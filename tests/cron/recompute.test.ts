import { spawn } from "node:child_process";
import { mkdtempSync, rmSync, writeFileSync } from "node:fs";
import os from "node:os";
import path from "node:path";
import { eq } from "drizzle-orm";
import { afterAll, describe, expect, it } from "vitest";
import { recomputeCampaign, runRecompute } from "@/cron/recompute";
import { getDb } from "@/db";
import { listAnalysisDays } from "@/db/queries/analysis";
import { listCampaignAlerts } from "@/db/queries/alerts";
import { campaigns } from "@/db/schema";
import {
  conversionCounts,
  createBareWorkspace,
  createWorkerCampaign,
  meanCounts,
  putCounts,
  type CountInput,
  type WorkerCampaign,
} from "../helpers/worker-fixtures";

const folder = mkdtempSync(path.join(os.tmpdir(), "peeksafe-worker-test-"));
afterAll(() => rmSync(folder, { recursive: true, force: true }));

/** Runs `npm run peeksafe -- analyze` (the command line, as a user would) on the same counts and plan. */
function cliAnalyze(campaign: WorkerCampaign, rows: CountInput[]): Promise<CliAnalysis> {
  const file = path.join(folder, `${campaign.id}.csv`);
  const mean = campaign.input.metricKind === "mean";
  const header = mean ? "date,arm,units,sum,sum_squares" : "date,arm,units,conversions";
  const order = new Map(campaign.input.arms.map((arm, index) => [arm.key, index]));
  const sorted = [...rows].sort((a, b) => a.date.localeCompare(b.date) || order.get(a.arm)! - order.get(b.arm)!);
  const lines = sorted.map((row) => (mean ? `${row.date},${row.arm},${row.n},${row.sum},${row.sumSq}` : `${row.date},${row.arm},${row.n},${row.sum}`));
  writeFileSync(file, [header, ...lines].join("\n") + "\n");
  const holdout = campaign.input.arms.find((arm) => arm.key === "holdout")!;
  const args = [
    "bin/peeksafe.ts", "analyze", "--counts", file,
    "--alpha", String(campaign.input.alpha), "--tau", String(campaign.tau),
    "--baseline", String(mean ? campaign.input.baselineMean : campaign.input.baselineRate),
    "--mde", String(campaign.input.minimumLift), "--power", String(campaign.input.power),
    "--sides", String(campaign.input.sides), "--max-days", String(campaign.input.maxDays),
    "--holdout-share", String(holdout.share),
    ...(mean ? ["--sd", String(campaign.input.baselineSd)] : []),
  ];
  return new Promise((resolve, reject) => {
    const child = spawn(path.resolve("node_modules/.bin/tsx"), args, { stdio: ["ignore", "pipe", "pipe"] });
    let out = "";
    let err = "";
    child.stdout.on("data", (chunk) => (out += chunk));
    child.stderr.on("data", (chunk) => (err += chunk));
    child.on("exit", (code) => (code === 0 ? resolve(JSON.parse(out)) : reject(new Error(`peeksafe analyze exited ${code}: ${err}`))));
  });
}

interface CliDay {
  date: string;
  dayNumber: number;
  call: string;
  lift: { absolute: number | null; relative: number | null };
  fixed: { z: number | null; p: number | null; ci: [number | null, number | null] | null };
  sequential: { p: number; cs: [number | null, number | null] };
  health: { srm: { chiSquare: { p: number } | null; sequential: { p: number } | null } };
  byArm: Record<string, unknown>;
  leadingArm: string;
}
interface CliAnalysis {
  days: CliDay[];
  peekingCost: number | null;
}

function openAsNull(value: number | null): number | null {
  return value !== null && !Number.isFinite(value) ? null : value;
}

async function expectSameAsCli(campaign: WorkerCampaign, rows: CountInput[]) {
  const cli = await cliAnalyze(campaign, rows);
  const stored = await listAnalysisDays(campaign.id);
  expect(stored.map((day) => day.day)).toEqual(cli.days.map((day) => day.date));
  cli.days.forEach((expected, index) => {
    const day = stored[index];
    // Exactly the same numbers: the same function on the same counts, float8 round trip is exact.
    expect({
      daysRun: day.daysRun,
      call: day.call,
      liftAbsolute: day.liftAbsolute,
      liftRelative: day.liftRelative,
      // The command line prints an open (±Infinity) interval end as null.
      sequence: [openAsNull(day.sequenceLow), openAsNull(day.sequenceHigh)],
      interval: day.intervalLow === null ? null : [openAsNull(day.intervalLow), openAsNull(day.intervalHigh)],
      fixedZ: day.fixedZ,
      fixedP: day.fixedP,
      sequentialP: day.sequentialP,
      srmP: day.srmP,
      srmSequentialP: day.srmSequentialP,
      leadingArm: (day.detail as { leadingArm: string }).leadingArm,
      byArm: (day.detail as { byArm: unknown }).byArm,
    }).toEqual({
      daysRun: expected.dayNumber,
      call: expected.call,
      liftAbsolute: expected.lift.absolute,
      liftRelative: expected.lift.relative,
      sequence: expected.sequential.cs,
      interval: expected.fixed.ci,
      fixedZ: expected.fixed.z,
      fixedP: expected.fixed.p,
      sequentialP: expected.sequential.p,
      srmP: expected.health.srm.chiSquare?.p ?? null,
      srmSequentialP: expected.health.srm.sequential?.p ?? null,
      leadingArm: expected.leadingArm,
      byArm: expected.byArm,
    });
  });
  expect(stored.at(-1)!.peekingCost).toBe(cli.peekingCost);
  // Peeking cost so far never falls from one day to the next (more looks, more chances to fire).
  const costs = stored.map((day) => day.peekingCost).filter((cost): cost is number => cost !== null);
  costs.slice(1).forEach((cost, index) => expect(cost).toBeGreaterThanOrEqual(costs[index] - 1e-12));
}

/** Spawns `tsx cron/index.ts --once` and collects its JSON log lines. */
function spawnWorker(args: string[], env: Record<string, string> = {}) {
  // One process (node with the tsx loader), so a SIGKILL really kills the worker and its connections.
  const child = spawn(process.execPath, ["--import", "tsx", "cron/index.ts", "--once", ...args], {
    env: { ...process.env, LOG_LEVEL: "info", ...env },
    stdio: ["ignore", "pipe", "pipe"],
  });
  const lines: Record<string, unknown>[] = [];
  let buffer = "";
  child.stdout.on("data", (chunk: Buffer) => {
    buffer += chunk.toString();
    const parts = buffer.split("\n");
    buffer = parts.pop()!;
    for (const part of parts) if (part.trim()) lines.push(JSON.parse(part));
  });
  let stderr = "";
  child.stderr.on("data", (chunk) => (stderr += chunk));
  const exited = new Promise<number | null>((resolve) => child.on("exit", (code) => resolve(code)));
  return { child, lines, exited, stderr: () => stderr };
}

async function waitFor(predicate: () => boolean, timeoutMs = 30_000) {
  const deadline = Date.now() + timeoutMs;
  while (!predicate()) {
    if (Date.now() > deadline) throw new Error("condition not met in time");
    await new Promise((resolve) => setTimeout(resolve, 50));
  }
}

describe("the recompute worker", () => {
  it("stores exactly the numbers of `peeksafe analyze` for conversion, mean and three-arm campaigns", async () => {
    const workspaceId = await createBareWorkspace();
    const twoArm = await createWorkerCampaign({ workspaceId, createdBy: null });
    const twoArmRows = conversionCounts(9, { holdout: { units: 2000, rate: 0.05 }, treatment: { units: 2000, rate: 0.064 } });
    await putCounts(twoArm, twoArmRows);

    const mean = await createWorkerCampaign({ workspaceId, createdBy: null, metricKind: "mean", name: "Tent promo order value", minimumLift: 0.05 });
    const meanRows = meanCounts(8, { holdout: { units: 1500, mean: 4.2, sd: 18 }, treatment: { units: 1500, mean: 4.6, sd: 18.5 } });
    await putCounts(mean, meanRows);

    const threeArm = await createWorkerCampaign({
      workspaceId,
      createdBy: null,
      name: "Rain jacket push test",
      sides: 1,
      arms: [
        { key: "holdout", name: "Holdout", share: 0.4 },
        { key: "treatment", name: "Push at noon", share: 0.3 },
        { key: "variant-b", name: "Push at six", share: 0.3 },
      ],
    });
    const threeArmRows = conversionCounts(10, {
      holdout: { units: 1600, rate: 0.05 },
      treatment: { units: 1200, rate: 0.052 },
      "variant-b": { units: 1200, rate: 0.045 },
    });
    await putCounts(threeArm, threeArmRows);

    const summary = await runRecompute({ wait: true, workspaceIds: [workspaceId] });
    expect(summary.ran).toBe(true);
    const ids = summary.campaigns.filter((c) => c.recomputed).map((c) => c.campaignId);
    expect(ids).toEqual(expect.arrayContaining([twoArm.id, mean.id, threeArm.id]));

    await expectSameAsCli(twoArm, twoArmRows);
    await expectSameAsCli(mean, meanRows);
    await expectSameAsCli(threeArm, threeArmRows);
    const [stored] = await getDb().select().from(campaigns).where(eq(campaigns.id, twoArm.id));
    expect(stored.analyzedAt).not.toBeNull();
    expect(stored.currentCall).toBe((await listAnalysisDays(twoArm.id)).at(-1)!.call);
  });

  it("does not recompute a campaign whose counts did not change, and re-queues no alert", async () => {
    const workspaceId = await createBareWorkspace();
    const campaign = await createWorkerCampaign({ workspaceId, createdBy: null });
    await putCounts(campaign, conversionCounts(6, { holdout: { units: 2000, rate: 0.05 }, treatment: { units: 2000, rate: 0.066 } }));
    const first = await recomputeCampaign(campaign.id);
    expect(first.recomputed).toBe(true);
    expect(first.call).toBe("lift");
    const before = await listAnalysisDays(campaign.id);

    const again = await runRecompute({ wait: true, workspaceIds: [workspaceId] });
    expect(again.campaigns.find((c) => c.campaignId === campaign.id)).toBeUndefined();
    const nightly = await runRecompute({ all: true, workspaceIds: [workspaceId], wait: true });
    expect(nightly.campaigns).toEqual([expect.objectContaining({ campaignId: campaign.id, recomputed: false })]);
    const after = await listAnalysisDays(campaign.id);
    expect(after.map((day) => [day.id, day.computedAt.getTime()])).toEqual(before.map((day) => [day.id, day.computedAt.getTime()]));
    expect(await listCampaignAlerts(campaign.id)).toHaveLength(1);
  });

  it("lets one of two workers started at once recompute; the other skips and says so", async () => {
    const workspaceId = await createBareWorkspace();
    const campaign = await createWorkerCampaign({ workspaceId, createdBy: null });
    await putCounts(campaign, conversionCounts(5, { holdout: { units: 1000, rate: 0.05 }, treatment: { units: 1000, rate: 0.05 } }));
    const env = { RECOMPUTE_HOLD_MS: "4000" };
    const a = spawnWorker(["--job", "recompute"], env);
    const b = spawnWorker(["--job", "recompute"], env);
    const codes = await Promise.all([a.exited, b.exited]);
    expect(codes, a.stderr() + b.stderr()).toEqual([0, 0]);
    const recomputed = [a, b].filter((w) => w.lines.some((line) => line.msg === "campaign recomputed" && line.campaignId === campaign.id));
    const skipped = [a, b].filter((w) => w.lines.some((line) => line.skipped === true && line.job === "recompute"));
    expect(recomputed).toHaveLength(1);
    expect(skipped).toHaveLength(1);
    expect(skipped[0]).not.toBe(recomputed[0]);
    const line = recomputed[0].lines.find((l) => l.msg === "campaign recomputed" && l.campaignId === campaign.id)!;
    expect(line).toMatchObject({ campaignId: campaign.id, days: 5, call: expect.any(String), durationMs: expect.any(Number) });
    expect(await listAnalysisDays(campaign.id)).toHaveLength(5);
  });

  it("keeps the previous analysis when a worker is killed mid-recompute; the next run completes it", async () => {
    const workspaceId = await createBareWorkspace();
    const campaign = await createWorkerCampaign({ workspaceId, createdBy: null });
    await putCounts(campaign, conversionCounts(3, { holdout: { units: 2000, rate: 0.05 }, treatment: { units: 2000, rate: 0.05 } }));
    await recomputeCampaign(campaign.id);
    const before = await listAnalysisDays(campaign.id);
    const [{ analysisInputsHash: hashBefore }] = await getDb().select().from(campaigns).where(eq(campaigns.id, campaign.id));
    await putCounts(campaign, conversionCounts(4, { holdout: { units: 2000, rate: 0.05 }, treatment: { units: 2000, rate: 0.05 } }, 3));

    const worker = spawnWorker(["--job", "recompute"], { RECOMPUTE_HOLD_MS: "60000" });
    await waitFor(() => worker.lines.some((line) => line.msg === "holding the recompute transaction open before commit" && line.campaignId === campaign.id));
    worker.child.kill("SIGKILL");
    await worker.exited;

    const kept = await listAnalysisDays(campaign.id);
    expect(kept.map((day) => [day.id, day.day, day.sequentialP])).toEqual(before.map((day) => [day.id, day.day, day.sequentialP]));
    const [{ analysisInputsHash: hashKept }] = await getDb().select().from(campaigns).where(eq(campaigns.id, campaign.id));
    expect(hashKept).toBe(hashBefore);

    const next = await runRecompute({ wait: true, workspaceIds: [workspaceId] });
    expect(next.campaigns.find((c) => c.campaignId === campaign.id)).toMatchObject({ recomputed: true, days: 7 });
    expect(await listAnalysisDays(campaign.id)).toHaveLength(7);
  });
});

========================

YOUR INSTRUCTIONS: Go through the listing, find each line with the word "srmP", and copy it.

REPLY:
      srmP: day.srmP,
      srmP: expected.health.srm.chiSquare?.p ?? null,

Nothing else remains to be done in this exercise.